▼
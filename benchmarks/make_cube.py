"""Write a synthetic image cube (Zarr) and its library, chunk by chunk, in bounded memory.

The five components are invented Gaussian bands (no real compound); each pixel is a
random mixture with about 30 % of the components absent, plus a small offset and noise.
Every chunk of image rows is generated from its own seed, so the cube is the same
whatever the chunking and never has to fit in memory.

Run: ``python benchmarks/make_cube.py OUT_FOLDER [--pixels 1000] [--wavelengths 300]``;
writes ``OUT_FOLDER/lib.nc`` and ``OUT_FOLDER/cube.zarr`` (float64 absorbance, dims
``y, x, wavelength``). Used by ``bench_memory.py``.
"""

from __future__ import annotations

import argparse
import time
from pathlib import Path

import numpy as np
import xarray as xr

import mixsolve as ms

#: Invented bands: (centre nm, width nm, peak specific absorptivity L g⁻¹ cm⁻¹).
BANDS = {"ochre": (440.0, 30.0, 50.0), "rose": (500.0, 28.0, 45.0),
         "plum": (560.0, 35.0, 40.0), "jade": (620.0, 28.0, 60.0),
         "slate": (670.0, 40.0, 35.0)}


def absorptivity(wavelengths_nm: np.ndarray) -> np.ndarray:
    """The invented bands (component × wavelength), L g⁻¹ cm⁻¹."""
    return np.vstack([h * np.exp(-0.5 * ((wavelengths_nm - c) / w) ** 2)
                      for c, w, h in BANDS.values()])


def library(wavelengths_nm: np.ndarray) -> xr.Dataset:
    """A mixsolve library of the invented bands."""
    da = xr.DataArray(absorptivity(wavelengths_nm), dims=("component", "wavelength"),
                      coords={"component": list(BANDS), "wavelength": wavelengths_nm})
    return ms.import_absorptivities(da, "L/(g*cm)", source="invented benchmark bands")


def mixtures(n: int, eps: np.ndarray, rng: np.random.Generator,
             noise_au: float = 0.003) -> np.ndarray:
    """n random mixture spectra (n × wavelengths, AU) at 1 cm, ~30 % components absent."""
    conc = rng.uniform(0.0, 0.02, (n, eps.shape[0]))  # g/L
    conc[rng.random(conc.shape) < 0.3] = 0.0
    out = conc @ eps
    out += 0.01 + noise_au * rng.standard_normal(out.shape)
    return out


def synthetic_cube(pixels: int, wavelengths_nm: np.ndarray, chunk_rows: int,
                   seed: int = 2024) -> xr.DataArray:
    """A lazy (dask) pixels × pixels cube; each block of rows comes from its own seed."""
    import dask.array as da

    eps = absorptivity(wavelengths_nm)
    n_wl = wavelengths_nm.size

    def block(block_info: dict | None = None) -> np.ndarray:
        (y0, y1), (x0, x1), _ = block_info[None]["array-location"]
        rng = np.random.default_rng([seed, y0, x0])
        return mixtures((y1 - y0) * (x1 - x0), eps, rng).reshape(y1 - y0, x1 - x0, n_wl)

    data = da.map_blocks(block, chunks=((chunk_rows,) * (pixels // chunk_rows)
                                        + ((pixels % chunk_rows,) if pixels % chunk_rows
                                           else ()), (pixels,), (n_wl,)), dtype=float)
    return xr.DataArray(data, dims=("y", "x", "wavelength"),
                        coords={"wavelength": wavelengths_nm}, name="absorbance",
                        attrs={"quantity": "absorbance", "pathlength_cm": 1.0,
                               "source": "invented synthetic cube (benchmarks/make_cube.py)"})


def write(folder: Path, pixels: int, n_wavelengths: int, chunk_rows: int) -> tuple[Path, Path]:
    """Write lib.nc and cube.zarr into ``folder``; return their paths."""
    folder.mkdir(parents=True, exist_ok=True)
    wl = np.linspace(400.0, 700.0, n_wavelengths)
    ms.write_library(library(wl), folder / "lib.nc")
    ms.write_cube(synthetic_cube(pixels, wl, chunk_rows), folder / "cube.zarr")
    return folder / "lib.nc", folder / "cube.zarr"


def folder_bytes(path: Path) -> int:
    """Bytes on disk of a file or a folder tree."""
    if path.is_file():
        return path.stat().st_size
    return sum(p.stat().st_size for p in path.rglob("*") if p.is_file())


def main() -> None:
    parser = argparse.ArgumentParser(description=__doc__.splitlines()[0])
    parser.add_argument("out", type=Path)
    parser.add_argument("--pixels", type=int, default=1000, help="cube is PIXELS × PIXELS")
    parser.add_argument("--wavelengths", type=int, default=300)
    parser.add_argument("--chunk-rows", type=int, default=32, help="image rows per chunk")
    args = parser.parse_args()
    start = time.perf_counter()
    _, cube = write(args.out, args.pixels, args.wavelengths, args.chunk_rows)
    print(f"wrote {cube}: {args.pixels} x {args.pixels} x {args.wavelengths}, "
          f"{folder_bytes(cube) / 1e9:.2f} GB on disk, {time.perf_counter() - start:.1f} s")


if __name__ == "__main__":
    main()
▲
# Exercise prompt
The expected output is exactly the lines of the listing above between the line holding "import xarray as xr" and the line holding "if pixels % chunk_rows", inclusive.

# Exercise answer
import xarray as xr

import mixsolve as ms

#: Invented bands: (centre nm, width nm, peak specific absorptivity L g⁻¹ cm⁻¹).
BANDS = {"ochre": (440.0, 30.0, 50.0), "rose": (500.0, 28.0, 45.0),
         "plum": (560.0, 35.0, 40.0), "jade": (620.0, 28.0, 60.0),
         "slate": (670.0, 40.0, 35.0)}


def absorptivity(wavelengths_nm: np.ndarray) -> np.ndarray:
    """The invented bands (component × wavelength), L g⁻¹ cm⁻¹."""
    return np.vstack([h * np.exp(-0.5 * ((wavelengths_nm - c) / w) ** 2)
                      for c, w, h in BANDS.values()])


def library(wavelengths_nm: np.ndarray) -> xr.Dataset:
    """A mixsolve library of the invented bands."""
    da = xr.DataArray(absorptivity(wavelengths_nm), dims=("component", "wavelength"),
                      coords={"component": list(BANDS), "wavelength": wavelengths_nm})
    return ms.import_absorptivities(da, "L/(g*cm)", source="invented benchmark bands")


def mixtures(n: int, eps: np.ndarray, rng: np.random.Generator,
             noise_au: float = 0.003) -> np.ndarray:
    """n random mixture spectra (n × wavelengths, AU) at 1 cm, ~30 % components absent."""
    conc = rng.uniform(0.0, 0.02, (n, eps.shape[0]))  # g/L
    conc[rng.random(conc.shape) < 0.3] = 0.0
    out = conc @ eps
    out += 0.01 + noise_au * rng.standard_normal(out.shape)
    return out


def synthetic_cube(pixels: int, wavelengths_nm: np.ndarray, chunk_rows: int,
                   seed: int = 2024) -> xr.DataArray:
    """A lazy (dask) pixels × pixels cube; each block of rows comes from its own seed."""
    import dask.array as da

    eps = absorptivity(wavelengths_nm)
    n_wl = wavelengths_nm.size

    def block(block_info: dict | None = None) -> np.ndarray:
        (y0, y1), (x0, x1), _ = block_info[None]["array-location"]
        rng = np.random.default_rng([seed, y0, x0])
        return mixtures((y1 - y0) * (x1 - x0), eps, rng).reshape(y1 - y0, x1 - x0, n_wl)

    data = da.map_blocks(block, chunks=((chunk_rows,) * (pixels // chunk_rows)
                                        + ((pixels % chunk_rows,) if pixels % chunk_rows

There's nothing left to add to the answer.